- **INSTRUCTIONS TO FOLLOW**
In the lines below, look for "kind". Copy each line where it appears.
----------------
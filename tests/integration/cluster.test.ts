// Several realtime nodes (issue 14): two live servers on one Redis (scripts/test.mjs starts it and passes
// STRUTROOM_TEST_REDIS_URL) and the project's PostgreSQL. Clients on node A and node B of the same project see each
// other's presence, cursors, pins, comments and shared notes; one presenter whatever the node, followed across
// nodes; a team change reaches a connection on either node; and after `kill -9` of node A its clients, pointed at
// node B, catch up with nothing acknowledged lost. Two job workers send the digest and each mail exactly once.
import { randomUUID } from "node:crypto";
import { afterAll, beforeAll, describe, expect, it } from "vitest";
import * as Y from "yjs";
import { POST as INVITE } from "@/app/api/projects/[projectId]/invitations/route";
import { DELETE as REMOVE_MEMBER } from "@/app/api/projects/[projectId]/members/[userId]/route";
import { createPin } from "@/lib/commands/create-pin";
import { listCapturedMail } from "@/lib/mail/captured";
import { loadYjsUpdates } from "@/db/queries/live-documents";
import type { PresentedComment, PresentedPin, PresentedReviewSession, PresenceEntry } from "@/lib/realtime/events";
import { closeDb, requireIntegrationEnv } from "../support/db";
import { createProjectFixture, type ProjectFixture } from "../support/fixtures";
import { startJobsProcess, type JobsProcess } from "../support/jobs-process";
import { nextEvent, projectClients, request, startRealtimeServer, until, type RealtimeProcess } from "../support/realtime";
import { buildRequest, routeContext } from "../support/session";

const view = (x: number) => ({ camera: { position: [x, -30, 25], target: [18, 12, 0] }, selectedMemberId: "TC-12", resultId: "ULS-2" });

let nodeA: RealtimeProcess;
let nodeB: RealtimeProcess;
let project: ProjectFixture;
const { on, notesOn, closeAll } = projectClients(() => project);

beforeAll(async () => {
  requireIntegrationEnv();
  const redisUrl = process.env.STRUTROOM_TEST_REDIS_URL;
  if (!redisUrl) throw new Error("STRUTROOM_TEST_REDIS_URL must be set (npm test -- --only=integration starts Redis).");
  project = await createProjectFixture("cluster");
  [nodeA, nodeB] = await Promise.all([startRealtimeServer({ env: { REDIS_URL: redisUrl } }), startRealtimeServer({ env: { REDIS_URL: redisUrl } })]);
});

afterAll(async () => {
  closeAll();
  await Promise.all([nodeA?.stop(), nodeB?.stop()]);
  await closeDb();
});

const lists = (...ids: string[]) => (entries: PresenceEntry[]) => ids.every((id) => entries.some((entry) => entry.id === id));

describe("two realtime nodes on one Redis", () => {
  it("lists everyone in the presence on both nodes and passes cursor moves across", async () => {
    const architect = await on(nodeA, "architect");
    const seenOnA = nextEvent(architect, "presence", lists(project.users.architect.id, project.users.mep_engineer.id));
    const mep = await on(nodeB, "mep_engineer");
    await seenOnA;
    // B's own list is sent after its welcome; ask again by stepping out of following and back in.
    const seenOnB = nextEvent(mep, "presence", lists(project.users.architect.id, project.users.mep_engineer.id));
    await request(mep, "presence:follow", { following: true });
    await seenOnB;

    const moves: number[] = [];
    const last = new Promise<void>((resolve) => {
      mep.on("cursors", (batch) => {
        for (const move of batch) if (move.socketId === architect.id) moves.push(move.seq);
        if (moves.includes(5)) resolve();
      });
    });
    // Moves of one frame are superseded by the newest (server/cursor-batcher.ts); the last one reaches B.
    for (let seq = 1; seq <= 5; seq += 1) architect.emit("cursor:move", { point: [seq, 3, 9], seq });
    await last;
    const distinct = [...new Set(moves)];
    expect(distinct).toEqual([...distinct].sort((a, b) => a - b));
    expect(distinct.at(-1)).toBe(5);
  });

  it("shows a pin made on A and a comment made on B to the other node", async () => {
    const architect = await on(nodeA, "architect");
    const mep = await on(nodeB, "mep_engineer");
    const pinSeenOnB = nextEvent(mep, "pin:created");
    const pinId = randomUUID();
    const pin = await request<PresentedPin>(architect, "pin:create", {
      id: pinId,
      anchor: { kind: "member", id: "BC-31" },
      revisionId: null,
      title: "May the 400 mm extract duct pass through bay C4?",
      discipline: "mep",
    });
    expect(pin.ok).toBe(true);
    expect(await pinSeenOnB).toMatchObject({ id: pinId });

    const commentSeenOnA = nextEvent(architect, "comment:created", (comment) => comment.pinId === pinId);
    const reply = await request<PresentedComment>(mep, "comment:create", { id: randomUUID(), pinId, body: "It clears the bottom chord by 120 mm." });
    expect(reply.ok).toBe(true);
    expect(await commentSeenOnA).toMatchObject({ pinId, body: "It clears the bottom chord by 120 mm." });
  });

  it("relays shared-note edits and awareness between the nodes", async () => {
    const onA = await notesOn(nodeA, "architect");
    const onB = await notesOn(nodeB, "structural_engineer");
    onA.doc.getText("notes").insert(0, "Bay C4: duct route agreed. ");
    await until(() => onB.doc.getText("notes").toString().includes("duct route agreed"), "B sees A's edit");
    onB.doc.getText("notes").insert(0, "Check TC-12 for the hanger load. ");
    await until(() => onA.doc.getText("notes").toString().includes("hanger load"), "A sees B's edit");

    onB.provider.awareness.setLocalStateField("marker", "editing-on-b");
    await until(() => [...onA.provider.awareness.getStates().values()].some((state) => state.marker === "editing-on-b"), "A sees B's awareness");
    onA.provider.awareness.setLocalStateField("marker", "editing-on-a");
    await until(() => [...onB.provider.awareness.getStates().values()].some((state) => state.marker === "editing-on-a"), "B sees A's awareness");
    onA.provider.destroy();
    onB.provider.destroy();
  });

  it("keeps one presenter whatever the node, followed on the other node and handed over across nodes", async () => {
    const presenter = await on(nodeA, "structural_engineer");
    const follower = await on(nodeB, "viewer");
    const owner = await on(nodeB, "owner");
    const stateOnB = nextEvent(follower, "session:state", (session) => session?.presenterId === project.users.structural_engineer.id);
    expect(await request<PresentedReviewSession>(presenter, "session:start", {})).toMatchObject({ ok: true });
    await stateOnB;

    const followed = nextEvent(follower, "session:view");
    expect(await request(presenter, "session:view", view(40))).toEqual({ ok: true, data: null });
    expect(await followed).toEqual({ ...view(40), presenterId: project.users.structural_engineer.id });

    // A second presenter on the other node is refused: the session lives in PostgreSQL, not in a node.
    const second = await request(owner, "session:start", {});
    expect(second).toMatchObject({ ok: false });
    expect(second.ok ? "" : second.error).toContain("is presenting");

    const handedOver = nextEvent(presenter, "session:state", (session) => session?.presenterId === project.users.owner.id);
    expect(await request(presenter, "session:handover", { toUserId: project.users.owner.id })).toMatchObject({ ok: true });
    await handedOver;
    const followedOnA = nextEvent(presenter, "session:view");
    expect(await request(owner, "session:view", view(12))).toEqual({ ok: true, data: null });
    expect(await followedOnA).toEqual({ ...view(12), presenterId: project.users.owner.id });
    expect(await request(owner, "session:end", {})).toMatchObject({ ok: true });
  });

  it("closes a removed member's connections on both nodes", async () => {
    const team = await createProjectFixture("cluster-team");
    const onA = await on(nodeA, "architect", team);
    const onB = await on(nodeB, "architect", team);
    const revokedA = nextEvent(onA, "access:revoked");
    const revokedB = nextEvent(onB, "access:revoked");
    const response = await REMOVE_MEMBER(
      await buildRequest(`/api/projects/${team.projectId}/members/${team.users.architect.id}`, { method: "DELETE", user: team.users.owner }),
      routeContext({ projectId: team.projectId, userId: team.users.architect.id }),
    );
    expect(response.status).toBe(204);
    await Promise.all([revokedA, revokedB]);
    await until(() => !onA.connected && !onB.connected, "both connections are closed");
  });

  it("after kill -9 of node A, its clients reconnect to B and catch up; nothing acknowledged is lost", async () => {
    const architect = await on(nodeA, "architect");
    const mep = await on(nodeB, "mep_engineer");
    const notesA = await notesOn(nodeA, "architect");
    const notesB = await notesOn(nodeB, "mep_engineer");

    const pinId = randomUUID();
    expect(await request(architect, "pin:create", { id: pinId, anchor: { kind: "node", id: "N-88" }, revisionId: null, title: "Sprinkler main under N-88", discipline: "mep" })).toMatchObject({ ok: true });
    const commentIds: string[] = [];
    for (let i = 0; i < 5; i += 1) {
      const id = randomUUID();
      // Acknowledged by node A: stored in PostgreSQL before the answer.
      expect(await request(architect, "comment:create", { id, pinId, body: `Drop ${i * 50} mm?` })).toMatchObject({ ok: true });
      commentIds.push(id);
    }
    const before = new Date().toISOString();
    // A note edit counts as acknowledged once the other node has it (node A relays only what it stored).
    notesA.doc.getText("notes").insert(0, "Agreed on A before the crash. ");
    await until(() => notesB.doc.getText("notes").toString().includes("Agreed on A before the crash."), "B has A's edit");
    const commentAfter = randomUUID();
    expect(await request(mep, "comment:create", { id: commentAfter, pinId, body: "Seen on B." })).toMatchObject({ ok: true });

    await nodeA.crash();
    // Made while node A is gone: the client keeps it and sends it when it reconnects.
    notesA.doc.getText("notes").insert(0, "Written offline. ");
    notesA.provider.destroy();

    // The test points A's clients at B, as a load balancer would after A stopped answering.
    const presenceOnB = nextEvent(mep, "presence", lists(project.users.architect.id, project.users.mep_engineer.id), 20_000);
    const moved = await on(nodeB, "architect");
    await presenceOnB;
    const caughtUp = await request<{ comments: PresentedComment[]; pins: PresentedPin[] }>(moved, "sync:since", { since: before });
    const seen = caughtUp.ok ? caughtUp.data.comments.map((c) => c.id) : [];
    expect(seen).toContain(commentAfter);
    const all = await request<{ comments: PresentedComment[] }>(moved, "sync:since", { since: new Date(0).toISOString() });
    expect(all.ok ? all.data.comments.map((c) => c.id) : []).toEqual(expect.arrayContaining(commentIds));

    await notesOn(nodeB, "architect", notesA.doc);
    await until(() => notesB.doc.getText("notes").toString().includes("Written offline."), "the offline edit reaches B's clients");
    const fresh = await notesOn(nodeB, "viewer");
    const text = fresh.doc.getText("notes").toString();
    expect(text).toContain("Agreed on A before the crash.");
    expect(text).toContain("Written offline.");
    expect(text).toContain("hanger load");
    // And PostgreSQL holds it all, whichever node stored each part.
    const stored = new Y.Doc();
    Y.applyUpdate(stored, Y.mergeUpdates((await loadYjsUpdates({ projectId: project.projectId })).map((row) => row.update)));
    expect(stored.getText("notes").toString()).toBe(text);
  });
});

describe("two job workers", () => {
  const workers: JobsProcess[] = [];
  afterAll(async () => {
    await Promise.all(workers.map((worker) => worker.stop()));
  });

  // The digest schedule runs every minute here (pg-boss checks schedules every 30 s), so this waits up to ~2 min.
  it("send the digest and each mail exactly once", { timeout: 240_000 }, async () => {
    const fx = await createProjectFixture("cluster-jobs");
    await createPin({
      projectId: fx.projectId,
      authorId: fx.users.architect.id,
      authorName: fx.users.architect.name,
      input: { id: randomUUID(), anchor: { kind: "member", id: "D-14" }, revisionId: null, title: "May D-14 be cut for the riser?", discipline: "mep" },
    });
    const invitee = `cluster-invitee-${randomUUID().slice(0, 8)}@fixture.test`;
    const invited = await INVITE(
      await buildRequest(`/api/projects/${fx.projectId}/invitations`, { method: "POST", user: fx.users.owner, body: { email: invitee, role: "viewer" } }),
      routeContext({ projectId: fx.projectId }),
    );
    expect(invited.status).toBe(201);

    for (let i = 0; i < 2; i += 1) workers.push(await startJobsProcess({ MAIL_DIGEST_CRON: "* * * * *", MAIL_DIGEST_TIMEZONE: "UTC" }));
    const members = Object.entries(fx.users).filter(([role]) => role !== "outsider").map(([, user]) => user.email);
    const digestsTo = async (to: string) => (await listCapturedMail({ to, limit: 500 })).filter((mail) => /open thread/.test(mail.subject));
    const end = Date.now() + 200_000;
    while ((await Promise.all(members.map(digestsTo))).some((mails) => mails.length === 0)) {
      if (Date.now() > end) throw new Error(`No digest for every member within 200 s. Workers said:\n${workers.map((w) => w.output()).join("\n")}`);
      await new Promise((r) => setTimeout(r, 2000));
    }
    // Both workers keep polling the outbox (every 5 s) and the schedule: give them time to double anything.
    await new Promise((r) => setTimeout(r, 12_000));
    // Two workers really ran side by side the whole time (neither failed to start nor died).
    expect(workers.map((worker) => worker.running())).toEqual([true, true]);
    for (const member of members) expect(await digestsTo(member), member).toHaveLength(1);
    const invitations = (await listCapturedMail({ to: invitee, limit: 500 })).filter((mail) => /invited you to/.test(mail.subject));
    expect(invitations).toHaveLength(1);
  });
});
----------------
- **WRITTEN SOLUTION**
      anchor: { kind: "member", id: "BC-31" },
    expect(await request(architect, "pin:create", { id: pinId, anchor: { kind: "node", id: "N-88" }, revisionId: null, title: "Sprinkler main under N-88", discipline: "mep" })).toMatchObject({ ok: true });
      input: { id: randomUUID(), anchor: { kind: "member", id: "D-14" }, revisionId: null, title: "May D-14 be cut for the riser?", discipline: "mep" },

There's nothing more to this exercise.